To me, the functions do not represent individual specific actions, but rather broader value systems which govern the most basic motivations for everything we believe. I am in the minority on this forum because I do not believe that shadow functions are really used at all, but only appear to be used when a similar function reaches a similar conclusion.
I believe that all four functions combine to produce one fluid value system with varying levels of influence from each function. Again it's crucial to recognize that the functions are not single actions but rather complete value systems based on the way in which the world is perceived and judged. In this context, a person cannot use Fi and Ti because these value system contradict each other regarding how internal judgments should be made. Whenever a person uses Ji for anything, if you pry enough you can always discover whether Fi values or Ti values were the root cause--regardless of whether they happen to agree on the surface.

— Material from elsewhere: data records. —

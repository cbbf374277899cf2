"""Summaries of a fuzz run: counts per class, kind and command, distinct failure signatures, traceback
locations and notes (summary.json), and the same as a markdown digest (digest.md)."""
from __future__ import annotations

import collections

from fuzz_judge import CLASSES


def summarise(records: list[dict], config: dict) -> dict:
    done = [r for r in records if r["class"] != "SKIPPED"]
    by_cmd = collections.defaultdict(collections.Counter)
    by_kind = collections.defaultdict(collections.Counter)
    for r in done:
        by_cmd[r["command"]][r["class"]] += 1
        by_kind[r["kind"]][r["class"]] += 1
    sigs: dict[str, dict] = {}
    for r in done:
        if r["class"] == "OK":
            continue
        s = sigs.setdefault(r["signature"], {"signature": r["signature"], "count": 0, "class": r["class"],
                                             "command": r["command"], "exc_type": r["exc_type"],
                                             "where": r["where"], "example": r["id"], "mutation": r["mutation"],
                                             "first_line": r["exc_line"] or _first_err(r), "mutations": set()})
        s["count"] += 1
        s["mutations"].add(r["mutation"].split("+")[0])
    locations = collections.Counter((r["exc_type"], r["where"]) for r in done if r["class"] == "TRACEBACK")
    notes = collections.Counter(n.split(":")[0] for r in done for n in r["notes"])
    note_examples = {}
    for r in done:
        for n in r["notes"]:
            note_examples.setdefault(n.split(":")[0], (r["id"], r["command"], r["mutation"], n))
    signatures = sorted(sigs.values(), key=lambda s: (-s["count"], s["signature"]))
    for s in signatures:
        s["mutations"] = sorted(s["mutations"])
    return {
        "config": config,
        "runs": len(done),
        "skipped": len(records) - len(done),
        "classes": dict(collections.Counter(r["class"] for r in done)),
        "by_kind": {k: dict(v) for k, v in by_kind.items()},
        "by_command": {k: dict(v) for k, v in sorted(by_cmd.items())},
        "signatures": signatures,
        "traceback_locations": [{"exc_type": e, "where": w, "count": c} for (e, w), c in locations.most_common()],
        "notes": dict(notes),
        "note_examples": {k: list(v) for k, v in note_examples.items()},
    }


def _first_err(r: dict) -> str:
    lines = [line for line in r.get("stderr_head", "").splitlines() if line.strip()]
    return lines[0][:200] if lines else ""


def digest(summary: dict) -> str:
    cfg = summary["config"]
    lines = [f"# swapper fuzz run {cfg['started_utc']}", "",
             f"seed {cfg['seed']}, {summary['runs']} runs ({summary['skipped']} mutants skipped: generator could"
             f" not write them), jobs {cfg['jobs']}, launcher {cfg['launch']}, memory limit {cfg['mem_gib']} GiB,"
             f" wall {cfg['wall_s']:.0f} s.",
             f"Replay one case: `python benchmarks/fuzz.py --seed {cfg['seed']} --only ID --keep`.", "",
             "## Classes per command", "", "| command | runs | " + " | ".join(CLASSES) + " |",
             "|---|---|" + "---|" * len(CLASSES)]
    for cmd, counts in summary["by_command"].items():
        lines.append(f"| {cmd} | {sum(counts.values())} | " + " | ".join(str(counts.get(c, 0)) for c in CLASSES)
                     + " |")
    total = summary["classes"]
    lines.append(f"| **all** | {summary['runs']} | " + " | ".join(str(total.get(c, 0)) for c in CLASSES) + " |")
    lines += ["", "## Distinct failure signatures (command | class | exception: first line)", "",
              "| # | count | signature | where (innermost swapper frame) | example (id, mutation) | exec replay |",
              "|---|---|---|---|---|---|"]
    for i, s in enumerate(summary["signatures"], 1):
        sig = s["signature"].replace("|", "\\|")
        replay = s.get("exec_replay")
        again = "-" if replay is None else ("same" if replay["same_signature"] else replay["class"])
        lines.append(f"| {i} | {s['count']} | {sig} | {s['where'] or '-'} | {s['example']} `{s['mutation']}` |"
                     f" {again} |")
    lines += ["", "## Traceback locations", "", "| exception | where | runs |", "|---|---|---|"]
    for loc in summary["traceback_locations"]:
        lines.append(f"| {loc['exc_type']} | {loc['where'] or '-'} | {loc['count']} |")
    lines += ["", "## Notes (softer promises, not counted as failures)", "", "| note | runs | example |",
              "|---|---|---|"]
    for note, count in sorted(summary["notes"].items(), key=lambda kv: -kv[1]):
        ex = summary["note_examples"][note]
        lines.append(f"| {note} | {count} | {ex[0]} ({ex[1]}, `{ex[2]}`): {ex[3][:120]} |")
    return "\n".join(lines) + "\n"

Here is an example of my explanation of shadow functions:
I may "use Fi" sometimes, but not because I place any fundamental value in Fi itself, but rather because I recognize situations where Fi's values happen to align with my own (which are invariably the result of Ne+Ti+Fe+Si.) I have no shame in admitting that I find Ti a totally superior system for internal judgments, but then--of course I do, I'm a Ti user! Again you need to direct your focus toward the total reasoning process and its most basic underlying values, not just the surface behavior or end conclusion.